### Task item
Repeat exactly, and only, the lines of the entries below from the one with "user's SQLite file." through the one with "NOT NULL REFERENCES", both ends included.

### Provided material
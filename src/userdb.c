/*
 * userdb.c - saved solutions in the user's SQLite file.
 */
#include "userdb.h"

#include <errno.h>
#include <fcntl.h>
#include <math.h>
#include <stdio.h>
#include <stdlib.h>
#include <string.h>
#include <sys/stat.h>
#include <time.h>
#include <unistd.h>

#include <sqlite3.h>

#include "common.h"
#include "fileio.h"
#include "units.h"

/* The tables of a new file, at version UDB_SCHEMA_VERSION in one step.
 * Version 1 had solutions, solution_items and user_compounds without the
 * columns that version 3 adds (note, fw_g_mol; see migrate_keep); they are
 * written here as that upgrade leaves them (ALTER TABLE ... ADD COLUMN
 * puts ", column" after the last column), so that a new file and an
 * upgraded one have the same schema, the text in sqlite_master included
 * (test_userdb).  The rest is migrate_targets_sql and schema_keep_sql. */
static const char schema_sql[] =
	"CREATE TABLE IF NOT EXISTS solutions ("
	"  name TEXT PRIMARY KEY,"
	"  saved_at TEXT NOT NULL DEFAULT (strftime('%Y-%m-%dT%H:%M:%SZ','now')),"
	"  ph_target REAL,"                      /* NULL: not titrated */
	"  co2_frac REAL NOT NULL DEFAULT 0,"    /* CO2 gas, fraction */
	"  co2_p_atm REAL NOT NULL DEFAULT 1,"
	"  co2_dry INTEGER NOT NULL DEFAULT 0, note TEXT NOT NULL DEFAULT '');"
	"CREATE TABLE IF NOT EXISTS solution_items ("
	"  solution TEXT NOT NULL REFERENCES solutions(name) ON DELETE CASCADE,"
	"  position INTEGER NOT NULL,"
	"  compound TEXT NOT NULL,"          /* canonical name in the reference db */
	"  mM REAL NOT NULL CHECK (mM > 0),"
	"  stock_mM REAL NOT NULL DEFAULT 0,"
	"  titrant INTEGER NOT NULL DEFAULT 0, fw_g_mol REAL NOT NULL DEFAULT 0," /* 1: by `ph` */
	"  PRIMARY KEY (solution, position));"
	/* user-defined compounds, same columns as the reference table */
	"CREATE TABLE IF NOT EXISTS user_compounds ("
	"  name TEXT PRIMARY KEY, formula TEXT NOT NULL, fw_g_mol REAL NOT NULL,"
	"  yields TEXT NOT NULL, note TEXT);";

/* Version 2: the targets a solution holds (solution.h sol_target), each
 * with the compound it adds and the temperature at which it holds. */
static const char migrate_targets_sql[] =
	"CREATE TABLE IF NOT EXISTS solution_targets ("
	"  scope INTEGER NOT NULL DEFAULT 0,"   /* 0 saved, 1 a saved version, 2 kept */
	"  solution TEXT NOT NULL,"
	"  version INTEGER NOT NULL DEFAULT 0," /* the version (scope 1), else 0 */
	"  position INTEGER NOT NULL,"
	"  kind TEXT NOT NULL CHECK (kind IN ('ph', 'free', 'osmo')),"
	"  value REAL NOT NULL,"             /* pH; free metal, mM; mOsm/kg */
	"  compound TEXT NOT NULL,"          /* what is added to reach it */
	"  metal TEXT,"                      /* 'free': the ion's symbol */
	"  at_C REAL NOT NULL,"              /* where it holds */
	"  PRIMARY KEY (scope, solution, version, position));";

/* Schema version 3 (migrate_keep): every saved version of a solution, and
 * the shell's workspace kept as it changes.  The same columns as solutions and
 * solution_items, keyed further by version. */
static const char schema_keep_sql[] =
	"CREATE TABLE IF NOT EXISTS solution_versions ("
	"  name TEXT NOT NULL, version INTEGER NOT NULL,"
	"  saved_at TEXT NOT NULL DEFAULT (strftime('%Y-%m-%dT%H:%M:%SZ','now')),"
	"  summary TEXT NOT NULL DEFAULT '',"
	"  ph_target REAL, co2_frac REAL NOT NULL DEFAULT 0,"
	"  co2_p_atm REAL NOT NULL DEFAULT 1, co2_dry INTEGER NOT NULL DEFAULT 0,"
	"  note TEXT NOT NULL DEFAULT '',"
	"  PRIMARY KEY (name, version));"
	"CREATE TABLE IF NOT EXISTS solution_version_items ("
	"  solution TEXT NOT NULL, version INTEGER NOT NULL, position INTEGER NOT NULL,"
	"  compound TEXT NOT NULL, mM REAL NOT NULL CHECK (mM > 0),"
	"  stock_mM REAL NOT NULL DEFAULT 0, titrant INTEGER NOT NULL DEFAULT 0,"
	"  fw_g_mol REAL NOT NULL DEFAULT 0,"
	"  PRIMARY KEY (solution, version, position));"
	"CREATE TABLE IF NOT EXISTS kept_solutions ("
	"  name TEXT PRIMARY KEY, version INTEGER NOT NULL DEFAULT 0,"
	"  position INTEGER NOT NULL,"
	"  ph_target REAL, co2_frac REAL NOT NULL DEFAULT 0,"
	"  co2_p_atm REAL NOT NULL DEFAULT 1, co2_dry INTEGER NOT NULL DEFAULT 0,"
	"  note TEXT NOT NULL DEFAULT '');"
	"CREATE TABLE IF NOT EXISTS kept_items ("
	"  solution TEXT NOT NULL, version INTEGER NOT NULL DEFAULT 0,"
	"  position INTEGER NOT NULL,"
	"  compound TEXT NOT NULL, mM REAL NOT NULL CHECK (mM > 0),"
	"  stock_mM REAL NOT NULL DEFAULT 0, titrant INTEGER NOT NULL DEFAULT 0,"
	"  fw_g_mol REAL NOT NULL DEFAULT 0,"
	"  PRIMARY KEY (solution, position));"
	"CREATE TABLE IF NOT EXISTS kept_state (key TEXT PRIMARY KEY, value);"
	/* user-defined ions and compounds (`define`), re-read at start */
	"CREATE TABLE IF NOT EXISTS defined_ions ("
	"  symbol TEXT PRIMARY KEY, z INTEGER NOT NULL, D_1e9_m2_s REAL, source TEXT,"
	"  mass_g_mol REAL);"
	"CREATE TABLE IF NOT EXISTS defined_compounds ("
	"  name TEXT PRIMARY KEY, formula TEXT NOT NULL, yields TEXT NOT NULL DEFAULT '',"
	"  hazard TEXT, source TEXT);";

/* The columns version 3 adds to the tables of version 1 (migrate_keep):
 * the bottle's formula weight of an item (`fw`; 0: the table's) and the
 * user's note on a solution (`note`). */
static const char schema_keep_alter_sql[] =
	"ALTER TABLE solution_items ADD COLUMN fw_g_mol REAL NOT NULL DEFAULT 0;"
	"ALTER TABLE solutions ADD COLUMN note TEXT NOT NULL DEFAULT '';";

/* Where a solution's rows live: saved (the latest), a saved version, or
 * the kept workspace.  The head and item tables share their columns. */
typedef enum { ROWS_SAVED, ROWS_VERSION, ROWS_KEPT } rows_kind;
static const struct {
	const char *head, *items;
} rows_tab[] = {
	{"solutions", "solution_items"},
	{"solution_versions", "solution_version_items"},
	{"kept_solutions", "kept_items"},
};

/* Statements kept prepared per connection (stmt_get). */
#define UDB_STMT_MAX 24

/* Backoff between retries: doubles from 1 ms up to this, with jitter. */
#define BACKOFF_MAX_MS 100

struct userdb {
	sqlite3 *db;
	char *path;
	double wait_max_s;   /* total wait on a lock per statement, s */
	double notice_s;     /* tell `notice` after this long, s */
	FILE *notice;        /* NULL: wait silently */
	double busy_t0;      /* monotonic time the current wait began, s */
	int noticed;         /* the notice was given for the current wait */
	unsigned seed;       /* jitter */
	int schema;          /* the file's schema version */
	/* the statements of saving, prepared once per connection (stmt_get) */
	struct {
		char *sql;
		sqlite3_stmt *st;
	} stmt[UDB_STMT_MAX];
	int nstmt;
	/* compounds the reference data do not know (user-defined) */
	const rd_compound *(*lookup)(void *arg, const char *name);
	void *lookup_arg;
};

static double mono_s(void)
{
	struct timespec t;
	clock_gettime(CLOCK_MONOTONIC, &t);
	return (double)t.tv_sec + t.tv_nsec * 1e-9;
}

...

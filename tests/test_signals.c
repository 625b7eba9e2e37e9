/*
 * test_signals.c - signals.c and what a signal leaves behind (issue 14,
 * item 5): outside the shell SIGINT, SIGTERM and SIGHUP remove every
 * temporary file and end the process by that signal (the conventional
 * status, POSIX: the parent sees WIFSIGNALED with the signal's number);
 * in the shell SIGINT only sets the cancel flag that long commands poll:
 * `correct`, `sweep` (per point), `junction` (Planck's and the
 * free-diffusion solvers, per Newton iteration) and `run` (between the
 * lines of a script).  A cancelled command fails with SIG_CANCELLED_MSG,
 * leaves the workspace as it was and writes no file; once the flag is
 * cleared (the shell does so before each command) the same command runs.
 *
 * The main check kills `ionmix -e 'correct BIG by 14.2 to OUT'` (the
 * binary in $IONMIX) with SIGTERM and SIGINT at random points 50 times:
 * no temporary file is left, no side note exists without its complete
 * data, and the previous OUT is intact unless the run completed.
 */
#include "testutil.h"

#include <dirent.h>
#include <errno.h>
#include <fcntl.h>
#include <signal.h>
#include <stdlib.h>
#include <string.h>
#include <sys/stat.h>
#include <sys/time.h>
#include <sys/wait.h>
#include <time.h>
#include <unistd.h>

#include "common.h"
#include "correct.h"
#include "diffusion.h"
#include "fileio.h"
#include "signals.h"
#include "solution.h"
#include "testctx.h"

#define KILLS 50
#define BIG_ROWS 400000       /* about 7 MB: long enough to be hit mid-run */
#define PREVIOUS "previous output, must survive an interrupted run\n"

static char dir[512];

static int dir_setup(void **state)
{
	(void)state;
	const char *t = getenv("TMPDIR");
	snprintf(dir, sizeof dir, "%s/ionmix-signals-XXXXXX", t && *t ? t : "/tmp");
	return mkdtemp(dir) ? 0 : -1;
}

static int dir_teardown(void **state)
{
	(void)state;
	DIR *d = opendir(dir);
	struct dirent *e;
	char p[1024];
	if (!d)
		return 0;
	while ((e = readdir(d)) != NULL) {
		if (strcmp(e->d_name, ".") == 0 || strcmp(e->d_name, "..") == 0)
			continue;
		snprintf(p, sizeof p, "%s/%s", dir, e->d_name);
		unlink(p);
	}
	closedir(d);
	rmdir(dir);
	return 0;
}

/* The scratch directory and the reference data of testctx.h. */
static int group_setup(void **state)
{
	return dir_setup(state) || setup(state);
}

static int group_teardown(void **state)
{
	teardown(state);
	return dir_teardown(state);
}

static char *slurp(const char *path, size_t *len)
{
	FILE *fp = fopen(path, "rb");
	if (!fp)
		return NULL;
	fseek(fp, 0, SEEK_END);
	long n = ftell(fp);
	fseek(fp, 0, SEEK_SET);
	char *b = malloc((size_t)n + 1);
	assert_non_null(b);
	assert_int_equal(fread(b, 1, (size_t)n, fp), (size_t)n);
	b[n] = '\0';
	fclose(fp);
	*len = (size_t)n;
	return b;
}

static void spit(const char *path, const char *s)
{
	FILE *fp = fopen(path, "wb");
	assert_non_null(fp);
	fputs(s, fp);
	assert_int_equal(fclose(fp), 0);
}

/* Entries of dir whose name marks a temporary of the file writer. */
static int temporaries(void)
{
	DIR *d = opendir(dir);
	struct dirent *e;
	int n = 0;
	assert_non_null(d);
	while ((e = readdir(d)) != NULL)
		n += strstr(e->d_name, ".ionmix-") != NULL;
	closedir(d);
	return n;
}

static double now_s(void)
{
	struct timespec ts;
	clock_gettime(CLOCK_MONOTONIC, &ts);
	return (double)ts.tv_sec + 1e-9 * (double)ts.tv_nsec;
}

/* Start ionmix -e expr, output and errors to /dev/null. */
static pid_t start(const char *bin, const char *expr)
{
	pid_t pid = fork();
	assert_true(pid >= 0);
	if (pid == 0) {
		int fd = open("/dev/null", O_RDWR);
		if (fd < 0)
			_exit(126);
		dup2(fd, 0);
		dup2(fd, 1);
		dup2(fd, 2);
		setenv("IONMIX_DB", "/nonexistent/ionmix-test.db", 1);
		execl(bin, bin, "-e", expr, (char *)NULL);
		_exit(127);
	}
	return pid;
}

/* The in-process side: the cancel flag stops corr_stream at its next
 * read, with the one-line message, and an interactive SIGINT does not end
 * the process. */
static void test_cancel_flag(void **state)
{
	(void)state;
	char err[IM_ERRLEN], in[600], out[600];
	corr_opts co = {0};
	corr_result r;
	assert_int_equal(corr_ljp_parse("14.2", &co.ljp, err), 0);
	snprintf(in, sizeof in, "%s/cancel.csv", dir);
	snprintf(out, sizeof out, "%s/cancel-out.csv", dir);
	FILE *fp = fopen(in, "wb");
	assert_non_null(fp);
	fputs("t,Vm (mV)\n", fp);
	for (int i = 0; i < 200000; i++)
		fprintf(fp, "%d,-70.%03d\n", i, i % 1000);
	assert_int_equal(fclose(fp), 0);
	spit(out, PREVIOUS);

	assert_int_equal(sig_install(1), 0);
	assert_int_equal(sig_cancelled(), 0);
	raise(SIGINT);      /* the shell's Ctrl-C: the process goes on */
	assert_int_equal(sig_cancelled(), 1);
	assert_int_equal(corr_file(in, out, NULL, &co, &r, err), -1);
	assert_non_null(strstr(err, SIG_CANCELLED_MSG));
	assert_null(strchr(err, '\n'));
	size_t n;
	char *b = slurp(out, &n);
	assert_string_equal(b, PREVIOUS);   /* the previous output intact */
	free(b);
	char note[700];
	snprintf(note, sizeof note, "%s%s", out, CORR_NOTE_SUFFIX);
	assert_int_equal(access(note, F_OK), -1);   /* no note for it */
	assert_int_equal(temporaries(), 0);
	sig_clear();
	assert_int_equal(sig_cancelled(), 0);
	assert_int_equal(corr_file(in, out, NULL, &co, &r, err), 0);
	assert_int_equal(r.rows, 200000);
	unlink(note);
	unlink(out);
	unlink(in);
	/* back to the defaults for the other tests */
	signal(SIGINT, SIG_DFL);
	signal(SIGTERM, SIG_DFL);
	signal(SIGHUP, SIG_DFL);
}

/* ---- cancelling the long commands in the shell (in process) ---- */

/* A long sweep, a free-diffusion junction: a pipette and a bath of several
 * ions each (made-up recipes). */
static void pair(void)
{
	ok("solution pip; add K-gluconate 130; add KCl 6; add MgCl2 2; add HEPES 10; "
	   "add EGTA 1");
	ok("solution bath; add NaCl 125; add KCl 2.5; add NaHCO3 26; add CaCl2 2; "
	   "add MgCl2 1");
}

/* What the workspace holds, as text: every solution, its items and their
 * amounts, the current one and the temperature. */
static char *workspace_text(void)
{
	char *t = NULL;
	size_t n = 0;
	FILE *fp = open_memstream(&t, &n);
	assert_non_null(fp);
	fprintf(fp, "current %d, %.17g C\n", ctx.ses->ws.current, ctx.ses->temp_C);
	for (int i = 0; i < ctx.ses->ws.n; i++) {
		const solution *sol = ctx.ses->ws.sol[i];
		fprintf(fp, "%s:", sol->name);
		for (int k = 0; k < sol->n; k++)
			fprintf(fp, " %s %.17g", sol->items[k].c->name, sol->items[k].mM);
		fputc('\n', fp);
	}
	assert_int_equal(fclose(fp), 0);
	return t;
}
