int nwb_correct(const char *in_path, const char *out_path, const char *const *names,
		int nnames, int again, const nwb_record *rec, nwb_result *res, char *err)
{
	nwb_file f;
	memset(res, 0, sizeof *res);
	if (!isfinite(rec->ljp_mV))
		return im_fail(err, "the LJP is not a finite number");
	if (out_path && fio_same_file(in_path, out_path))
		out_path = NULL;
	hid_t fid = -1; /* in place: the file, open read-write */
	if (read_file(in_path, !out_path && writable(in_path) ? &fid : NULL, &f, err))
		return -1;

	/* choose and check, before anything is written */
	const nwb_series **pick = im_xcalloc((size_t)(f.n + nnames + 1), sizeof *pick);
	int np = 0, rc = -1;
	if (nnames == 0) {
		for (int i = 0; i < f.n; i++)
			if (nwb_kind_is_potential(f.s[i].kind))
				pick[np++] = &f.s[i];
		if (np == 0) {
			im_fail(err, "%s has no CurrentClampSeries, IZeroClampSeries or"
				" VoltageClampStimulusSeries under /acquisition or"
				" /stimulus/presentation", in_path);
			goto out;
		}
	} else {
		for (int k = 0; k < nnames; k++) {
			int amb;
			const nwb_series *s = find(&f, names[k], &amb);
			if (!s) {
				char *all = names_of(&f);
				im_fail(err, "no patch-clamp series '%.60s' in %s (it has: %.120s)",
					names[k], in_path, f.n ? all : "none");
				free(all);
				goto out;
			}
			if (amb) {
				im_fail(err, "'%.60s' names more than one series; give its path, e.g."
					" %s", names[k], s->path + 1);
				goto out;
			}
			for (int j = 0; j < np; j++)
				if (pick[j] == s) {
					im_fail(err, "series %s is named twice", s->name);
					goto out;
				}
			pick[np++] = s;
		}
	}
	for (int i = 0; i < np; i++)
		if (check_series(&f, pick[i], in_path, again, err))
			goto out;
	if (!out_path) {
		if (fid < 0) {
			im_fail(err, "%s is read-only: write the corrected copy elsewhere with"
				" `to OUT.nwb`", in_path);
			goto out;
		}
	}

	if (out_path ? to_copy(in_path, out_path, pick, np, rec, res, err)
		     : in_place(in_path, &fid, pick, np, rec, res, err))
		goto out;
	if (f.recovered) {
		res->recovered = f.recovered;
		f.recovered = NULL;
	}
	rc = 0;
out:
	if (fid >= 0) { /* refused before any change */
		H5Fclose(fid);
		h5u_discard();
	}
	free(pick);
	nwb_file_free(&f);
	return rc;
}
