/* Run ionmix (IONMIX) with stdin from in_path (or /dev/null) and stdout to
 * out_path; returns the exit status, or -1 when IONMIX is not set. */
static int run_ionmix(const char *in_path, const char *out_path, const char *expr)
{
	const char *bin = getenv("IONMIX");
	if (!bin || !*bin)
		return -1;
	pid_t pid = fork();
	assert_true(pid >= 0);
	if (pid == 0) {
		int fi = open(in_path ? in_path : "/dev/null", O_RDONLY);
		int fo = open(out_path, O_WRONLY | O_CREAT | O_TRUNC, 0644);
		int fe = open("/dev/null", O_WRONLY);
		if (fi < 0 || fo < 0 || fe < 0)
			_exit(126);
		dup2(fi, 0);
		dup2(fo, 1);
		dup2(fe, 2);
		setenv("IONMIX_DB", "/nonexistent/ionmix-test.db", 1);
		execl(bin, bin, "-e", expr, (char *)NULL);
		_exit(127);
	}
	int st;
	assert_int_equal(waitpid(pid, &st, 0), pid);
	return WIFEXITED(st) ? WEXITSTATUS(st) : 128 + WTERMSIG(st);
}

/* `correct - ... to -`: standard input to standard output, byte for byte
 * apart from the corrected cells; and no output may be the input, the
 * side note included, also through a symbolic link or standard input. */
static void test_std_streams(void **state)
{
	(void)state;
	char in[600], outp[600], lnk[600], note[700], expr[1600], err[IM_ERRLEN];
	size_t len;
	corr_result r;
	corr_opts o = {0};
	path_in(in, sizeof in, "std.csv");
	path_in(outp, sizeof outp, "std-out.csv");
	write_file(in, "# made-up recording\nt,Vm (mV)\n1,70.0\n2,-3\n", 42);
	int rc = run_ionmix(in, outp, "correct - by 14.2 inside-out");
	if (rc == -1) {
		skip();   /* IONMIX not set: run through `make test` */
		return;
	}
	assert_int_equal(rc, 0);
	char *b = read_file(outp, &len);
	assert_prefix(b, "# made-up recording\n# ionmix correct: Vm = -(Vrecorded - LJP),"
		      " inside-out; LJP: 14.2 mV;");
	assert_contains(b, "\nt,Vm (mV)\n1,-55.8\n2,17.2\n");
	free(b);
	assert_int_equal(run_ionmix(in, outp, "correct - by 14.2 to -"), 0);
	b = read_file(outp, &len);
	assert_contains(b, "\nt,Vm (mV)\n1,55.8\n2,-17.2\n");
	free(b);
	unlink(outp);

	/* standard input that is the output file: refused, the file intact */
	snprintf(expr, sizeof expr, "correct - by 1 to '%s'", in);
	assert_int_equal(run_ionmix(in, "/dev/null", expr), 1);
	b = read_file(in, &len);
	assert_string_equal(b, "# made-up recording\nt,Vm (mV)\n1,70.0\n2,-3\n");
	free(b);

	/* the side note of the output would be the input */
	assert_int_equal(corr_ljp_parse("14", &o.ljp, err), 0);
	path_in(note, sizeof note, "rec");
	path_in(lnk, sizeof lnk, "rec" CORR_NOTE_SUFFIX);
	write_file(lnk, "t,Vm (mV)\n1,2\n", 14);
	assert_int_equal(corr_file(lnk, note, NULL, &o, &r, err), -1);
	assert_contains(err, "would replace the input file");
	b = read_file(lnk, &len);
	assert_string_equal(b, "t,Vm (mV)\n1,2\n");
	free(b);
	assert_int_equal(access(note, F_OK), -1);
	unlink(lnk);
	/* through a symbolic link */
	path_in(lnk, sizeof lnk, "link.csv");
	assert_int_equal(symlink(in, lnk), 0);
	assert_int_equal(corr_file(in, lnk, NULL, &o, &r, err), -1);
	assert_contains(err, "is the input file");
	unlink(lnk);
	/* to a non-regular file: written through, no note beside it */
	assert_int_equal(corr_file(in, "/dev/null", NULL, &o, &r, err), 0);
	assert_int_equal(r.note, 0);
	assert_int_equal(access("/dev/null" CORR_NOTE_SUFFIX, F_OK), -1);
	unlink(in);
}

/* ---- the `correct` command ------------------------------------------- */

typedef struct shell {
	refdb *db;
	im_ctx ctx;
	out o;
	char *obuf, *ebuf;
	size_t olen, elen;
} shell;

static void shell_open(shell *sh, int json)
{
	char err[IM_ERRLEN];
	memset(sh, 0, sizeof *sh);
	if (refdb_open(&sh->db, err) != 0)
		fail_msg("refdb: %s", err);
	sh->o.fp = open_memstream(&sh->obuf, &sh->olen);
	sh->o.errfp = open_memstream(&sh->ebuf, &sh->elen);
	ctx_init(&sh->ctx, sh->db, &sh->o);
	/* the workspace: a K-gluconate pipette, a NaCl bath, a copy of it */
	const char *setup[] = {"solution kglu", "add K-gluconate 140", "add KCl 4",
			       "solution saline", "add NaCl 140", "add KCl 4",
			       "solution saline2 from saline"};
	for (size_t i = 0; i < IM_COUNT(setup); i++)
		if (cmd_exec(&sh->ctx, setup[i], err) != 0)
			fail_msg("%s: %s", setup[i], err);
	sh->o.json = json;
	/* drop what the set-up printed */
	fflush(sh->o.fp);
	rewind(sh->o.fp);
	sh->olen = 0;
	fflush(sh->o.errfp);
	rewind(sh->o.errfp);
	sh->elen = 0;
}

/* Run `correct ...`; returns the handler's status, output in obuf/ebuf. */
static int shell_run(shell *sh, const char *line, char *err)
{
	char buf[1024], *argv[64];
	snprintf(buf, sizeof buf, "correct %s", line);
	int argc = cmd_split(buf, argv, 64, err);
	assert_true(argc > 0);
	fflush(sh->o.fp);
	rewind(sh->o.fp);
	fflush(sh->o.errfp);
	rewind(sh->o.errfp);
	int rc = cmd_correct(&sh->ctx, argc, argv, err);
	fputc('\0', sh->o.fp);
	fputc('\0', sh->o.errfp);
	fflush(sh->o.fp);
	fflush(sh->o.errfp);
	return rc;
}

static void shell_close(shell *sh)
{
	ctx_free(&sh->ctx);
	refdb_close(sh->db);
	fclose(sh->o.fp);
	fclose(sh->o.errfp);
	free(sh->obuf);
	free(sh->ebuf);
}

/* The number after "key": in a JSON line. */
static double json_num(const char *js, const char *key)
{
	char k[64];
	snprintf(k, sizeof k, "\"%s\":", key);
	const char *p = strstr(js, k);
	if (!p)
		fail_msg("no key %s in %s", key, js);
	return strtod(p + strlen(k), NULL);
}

### Solution to this problem
 * userdb.c - saved solutions in the user's SQLite file.
 */
#include "userdb.h"

#include <errno.h>
#include <fcntl.h>
#include <math.h>
#include <stdio.h>
#include <stdlib.h>
#include <string.h>
#include <sys/stat.h>
#include <time.h>
#include <unistd.h>

#include <sqlite3.h>

#include "common.h"
#include "fileio.h"
#include "units.h"

/* The tables of a new file, at version UDB_SCHEMA_VERSION in one step.
 * Version 1 had solutions, solution_items and user_compounds without the
 * columns that version 3 adds (note, fw_g_mol; see migrate_keep); they are
 * written here as that upgrade leaves them (ALTER TABLE ... ADD COLUMN
 * puts ", column" after the last column), so that a new file and an
 * upgraded one have the same schema, the text in sqlite_master included
 * (test_userdb).  The rest is migrate_targets_sql and schema_keep_sql. */
static const char schema_sql[] =
	"CREATE TABLE IF NOT EXISTS solutions ("
	"  name TEXT PRIMARY KEY,"
	"  saved_at TEXT NOT NULL DEFAULT (strftime('%Y-%m-%dT%H:%M:%SZ','now')),"
	"  ph_target REAL,"                      /* NULL: not titrated */
	"  co2_frac REAL NOT NULL DEFAULT 0,"    /* CO2 gas, fraction */
	"  co2_p_atm REAL NOT NULL DEFAULT 1,"
	"  co2_dry INTEGER NOT NULL DEFAULT 0, note TEXT NOT NULL DEFAULT '');"
	"CREATE TABLE IF NOT EXISTS solution_items ("
	"  solution TEXT NOT NULL REFERENCES solutions(name) ON DELETE CASCADE,"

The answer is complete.